Physical Description

  • Red hake vary in color depending on their environment. Most tend to be a reddish brown to olive-brown color with pale tan spots on their sides and shades of white on their undersides.
  • They are a member of the cod family and have a barbel (whisker) on their chin.
  • Their dorsal fin is triangular, but their second dorsal and anal fins are long, continuous, and do not attach to the tail fin, much like an eel.
  • They have a small head, but a large mouth with many small teeth.


  • Red hake are a member of the cod family.
  • They do not grow as large as white hake and normally reach a maximum size of 50 centimeters (20 inches) and 2 kilograms (4.4 pounds).
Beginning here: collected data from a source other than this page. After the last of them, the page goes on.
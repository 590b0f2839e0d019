"""The registers of an OpenQASM program, and which qubits or bits an operand names."""

from __future__ import annotations

import difflib
import re
from collections.abc import Callable, Iterable

from rcbench.errors import InputError, suggest

MAX_QUBITS = 10_000
MAX_BITS = 100_000
_OPERAND = re.compile(r"\s*+([^\W\d]\w*+|\$\d++)\s*+(?:\[([^\[\]]*+)\]\s*+)?")
_SIZED = re.compile(r"\s*+([^\W\d]\w*+)\s*+(?:\[([^\[\]]*+)\]\s*+)?")
_WITH_SETS = re.compile(r"(?:[^,\[]|\[[^\]]*+\]?)++")  # up to a comma outside brackets


def split_operands(text: str) -> list[str]:
    """The operands of a statement."""
    if not text.strip():
        return []
    return _WITH_SETS.findall(text) if "{" in text else text.split(",")


def some(names: Iterable[str], like: str) -> str:
    """Names for a message: those like the one that was found come first, and not all where there are many."""
    known = list(names)
    if len(known) <= 50:
        return suggest(like, known)
    close = difflib.get_close_matches(like, known[:5000], n=3)
    return ", ".join([*close, *known[: 50 - len(close)], "..."])


class Registers:
    """Qubits or classical bits in the order of their declaration.

    Args:
        word: what errors call one element: qubit or bit.
        limit: how many there may be.
        whole: the value of a whole-number expression, for sizes and indices.
    """

    def __init__(self, word: str, limit: int, whole: Callable[[str], int]) -> None:
        self.word, self._limit, self._whole = word, limit, whole
        self.names: list[str] = []  # of each element, as `q[0]`
        self.index: dict[str, int] = {}  # each element by that name
        self._registers: dict[str, tuple[list[int], bool]] = {}  # its elements; true where it may be indexed

    def __contains__(self, name: str) -> bool:
        return name in self._registers

    def __len__(self) -> int:
        return len(self.names)

    def declare(self, name: str, size: str | None) -> None:
        """A new register; no size: a single element.

        Raises:
            InputError: a size that is no whole number above 0, too many elements, or a name used before.
        """
        count = 1 if size is None else self._whole(size)
        if count < 1:
            raise InputError(name, count, f"a register of at least one {self.word}")
        if len(self.names) + count > self._limit:
            raise InputError(name, count, f"at most {self._limit} {self.word}s in one program")
        start = len(self.names)
        added = [name] if size is None else [f"{name}[{index}]" for index in range(count)]
        self.names += added
        self.index.update(zip(added, range(start, start + count), strict=True))
        self.alias(name, list(range(start, start + count)), size is not None)

    def alias(self, name: str, elements: list[int], indexed: bool = True) -> None:
        """Another name for some elements."""
        if name in self._registers:
            raise InputError("register", name, "a name that is not declared before")
        self._registers[name] = (elements, indexed)

    def declare_all(self, labels: list[str]) -> None:
        """Single elements by labels, the physical qubits $0, $1 ... of OpenQASM 3."""
        if len(labels) > self._limit:
            raise InputError(self.word, len(labels), f"at most {self._limit} {self.word}s in one program")
        for label in labels:
            self._registers[label] = ([len(self.names)], False)
            self.names.append(label)

    def resolve(self, text: str) -> tuple[list[int], bool]:
        """Elements that an operand names, and whether it names a list of them, not a single one.

        Raises:
            InputError: an unknown register, or an index outside it.
        """
        match = _OPERAND.fullmatch(text)
        if match is None:
            missing = " (a ; seems to be missing)" if "\n" in text.strip() else ""
            raise InputError("operand", text.strip()[:60], f"a {self.word} as q[0], or a register{missing}")
        name, index = match.groups()
        if name not in self._registers:
            allowed = some(self._registers, name) if self._registers else f"a {self.word} register declared before"
            raise InputError(f"{self.word} register", name, allowed)
        elements, indexed = self._registers[name]
        if index is None:
            return elements, indexed
        if not indexed:
            raise InputError("operand", text.strip()[:60], f"{name} without an index: it is a single {self.word}")
        if ":" in index or "{" in index:
            return self._several(text, index, elements), True
        return [self._element(text, index, elements)], False

    def _element(self, text: str, index: str, elements: list[int]) -> int:
        place = self._whole(index)
        if not -len(elements) <= place < len(elements):
            raise InputError("index", text.strip()[:60], f"0 to {len(elements) - 1}")
        return elements[place]

    def _several(self, text: str, index: str, elements: list[int]) -> list[int]:
        """A set {a, b, ...} or a range a:b or a:step:b, both ends included, as OpenQASM 3 has them."""
        index = index.strip()
        if index.startswith("{"):
            found = [self._element(text, one, elements) for one in index.strip("{}").split(",")]
            if len(set(found)) != len(found):
                raise InputError("operand", text.strip()[:60], f"each {self.word} once")
            return found
        parts = index.split(":")
        step = self._whole(parts[1]) if len(parts) == 3 else 1
        if len(parts) > 3 or step == 0:
            raise InputError("index", text.strip()[:60], "a range a:b or a:step:b with a step that is not 0")
        first, last = 0 if step > 0 else -1, -1 if step > 0 else 0
        begin = elements.index(self._element(text, parts[0] if parts[0].strip() else str(first), elements))
        end = elements.index(self._element(text, parts[-1] if parts[-1].strip() else str(last), elements))
        return [elements[place] for place in range(begin, end + (1 if step > 0 else -1), step)]


def read_sized(text: str) -> tuple[str, str | None] | None:
    """Name and size of `name[size]` or `name`; None where it is neither."""
    match = _SIZED.fullmatch(text)
    return (match.group(1), match.group(2)) if match else None
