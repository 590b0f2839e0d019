"""What a unitary of one or two qubits is called: the gate kind and angles that equal it up to a global phase."""

from __future__ import annotations

import numpy as np

from rcbench.arrays import BoolArray, ComplexArray, FloatArray, IntArray
from rcbench.circuits.gates import CODE, KINDS, N_PARAMETERS, gate_matrix
from rcbench.circuits.native import euler_angles, snap
from rcbench.circuits.qasm_expressions import ExpressionError

TOLERANCE = 1e-9  # far above rounding in a gate's body, far below any angle that a control system sets
MAX_EXPONENT = 1_000_000
_EXCHANGE = [0, 2, 1, 3]


def kind_matrices(name: str, parameters: FloatArray) -> ComplexArray:
    """(m, d, d) matrices of one of our kinds from its (m, k) parameters; k may be 0."""
    matrices = KINDS[CODE[name]].matrices
    assert matrices is not None
    return matrices(parameters)


def same_up_to_phase(first: ComplexArray, second: ComplexArray) -> BoolArray:
    """(m,) true where two stacks of (m, d, d) unitaries agree up to a phase each."""
    d = first.shape[-1]
    overlap = np.einsum("mij,mij->m", first.conj(), second)
    phase = overlap / np.where(np.abs(overlap) > 0, np.abs(overlap), 1)
    return np.asarray(np.abs(first * phase[:, None, None] - second).max(axis=(1, 2), initial=0) < TOLERANCE * d)


def recognise(matrices: ComplexArray) -> tuple[IntArray, FloatArray]:
    """Gate kinds and angles of (m, 2, 2) or (m, 4, 4) unitaries.

    Returns:
        (m,) index into `gates.KINDS` and (m, p) parameters, each row filled as far as its kind asks: rz for a diagonal
        one-qubit gate, u for any other; cz, cx, iswap, sqrt_iswap, zz and fsim where they fit, else matrix2.
    """
    return _one_qubit(matrices) if matrices.shape[-1] == 2 else _two_qubit(matrices)


def fixed_kind(matrix: ComplexArray) -> str:
    """The name of the gate kind without parameters that a (d, d) unitary equals up to a phase; empty if none."""
    for kind in KINDS:
        candidate = kind.matrices is not None and not kind.n_parameters and 2**kind.n_qubits == len(matrix)
        if candidate and same_up_to_phase(matrix[None], gate_matrix(kind.name)[None])[0]:
            return kind.name
    return ""


def row_parameters(code: int, parameters: FloatArray) -> tuple[float, ...]:
    """The parameters of one row that `recognise` returned."""
    return tuple(parameters[: N_PARAMETERS[code]].tolist())


def _one_qubit(matrices: ComplexArray) -> tuple[IntArray, FloatArray]:
    angles = euler_angles(matrices)
    diagonal = np.abs(matrices[:, 0, 1]) < TOLERANCE
    turn = snap(np.angle(matrices[:, 1, 1] * matrices[:, 0, 0].conj()))
    parameters = np.where(diagonal[:, None], np.stack([turn, 0 * turn, 0 * turn], axis=1), angles)
    return np.where(diagonal, CODE["rz"], CODE["u"]), parameters


def _two_qubit(matrices: ComplexArray) -> tuple[IntArray, FloatArray]:
    m = len(matrices)
    code = np.full(m, CODE["matrix2"])
    parameters = np.stack([matrices.real, matrices.imag], axis=-1).reshape(m, 32)
    corner = matrices[:, 0, 0]
    unit = np.where(np.abs(corner) > 0.5, corner / np.maximum(np.abs(corner), 0.5), 1)
    scaled = matrices * unit.conj()[:, None, None]
    a, b, last = scaled[:, 1, 1], scaled[:, 1, 2], scaled[:, 3, 3]
    guesses = (  # the first that fits: fixed gates before families, so that a named gate keeps its name
        ("cz", np.zeros((m, 0))),
        ("cx", np.zeros((m, 0))),
        ("iswap", np.zeros((m, 0))),
        ("sqrt_iswap", np.zeros((m, 0))),
        ("zz", np.angle(a)[:, None]),
        ("fsim", np.stack([np.arctan2(-b.imag, a.real), -np.angle(last)], axis=1)),
    )
    open_rows = np.ones(m, dtype=bool)
    for name, guess in guesses:
        angles = snap(guess)
        fits = open_rows & same_up_to_phase(matrices, kind_matrices(name, angles))
        code[fits] = CODE[name]
        parameters[fits, : angles.shape[1]] = angles[fits]
        open_rows &= ~fits
    return code, parameters


def controlled(matrices: ComplexArray, on: bool) -> ComplexArray:
    """(m, 2d, 2d) unitaries with a control qubit in front, acting where the control is 1 (or 0 where not `on`)."""
    m, d, _ = matrices.shape
    out = np.zeros((m, 2 * d, 2 * d), dtype=np.complex128)
    acts, rests = (slice(d, None), slice(0, d)) if on else (slice(0, d), slice(d, None))
    out[:, acts, acts] = matrices
    out[:, rests, rests] = np.eye(d)
    return out


def power(matrices: ComplexArray, exponents: FloatArray) -> ComplexArray:
    """(m, d, d) powers of unitaries, the principal ones: eigenphases from -pi (excluded) to pi are multiplied.

    Raises:
        ExpressionError: an exponent so large that rounding decides.
    """
    from scipy.linalg import schur

    far = np.flatnonzero(np.abs(exponents) > MAX_EXPONENT)
    if len(far):
        raise ExpressionError(str(exponents[far[0]]), f"powers from -{MAX_EXPONENT} to {MAX_EXPONENT}", int(far[0]))
    stacked = np.broadcast_to(matrices, (len(exponents), *matrices.shape[1:]))
    out = np.empty_like(stacked)
    for place, (matrix, exponent) in enumerate(zip(stacked, exponents.tolist(), strict=True)):
        if exponent == int(exponent) and abs(exponent) <= 64:
            out[place] = np.linalg.matrix_power(matrix if exponent >= 0 else matrix.conj().T, abs(int(exponent)))
            continue
        # the Schur form of a normal matrix is diagonal, and its vectors stay orthogonal where eigenvalues meet
        triangle, vectors = schur(matrix, output="complex")
        phases = np.angle(np.diag(triangle))
        phases[phases < -np.pi + TOLERANCE] = np.pi  # -1 with rounding has the same root as -1 without
        out[place] = (vectors * np.exp(1j * phases * exponent)) @ vectors.conj().T
    return out


def apply_on(gate: ComplexArray, places: tuple[int, ...], state: ComplexArray) -> ComplexArray:
    """A gate on some of the qubits of a body, after what `state` holds.

    Args:
        gate: (m or 1, d, d). places: which qubit of the body each of its qubits is. state: (m or 1, D, D), D 2 or 4.
    Returns:
        (m, D, D) the product.
    """
    if gate.shape[-1] == 1 or gate.shape[-1] == state.shape[-1]:
        if places == (1, 0):
            gate = gate[:, _EXCHANGE][:, :, _EXCHANGE]
        return gate * state if gate.shape[-1] == 1 else gate @ state
    eye = np.zeros((len(gate), 4, 4), dtype=np.complex128)
    grid = eye.reshape(-1, 2, 2, 2, 2)  # a view: [m, out 0, out 1, in 0, in 1]
    for spectator in range(2):
        if places == (0,):
            grid[:, :, spectator, :, spectator] = gate
        else:
            grid[:, spectator, :, spectator, :] = gate
    return eye @ state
  • Females are generally larger than males of the same age, and reach a maximum length of 63 centimeters (25 inches) and a weight of 3.6 kilograms (7.9 pounds).
  • Although they generally do not live longer than 8 years, red hake have been recorded up to 14 years old.
  • Red hake feed primarily on crustaceans such as decapods and rock crabs as well as fish such as haddock, silver hake, sea robins, sand lance, mackerel, and small red hake.
  • Primary predators of red hake include spiny dogfish, cod, goosefish, and silver hake.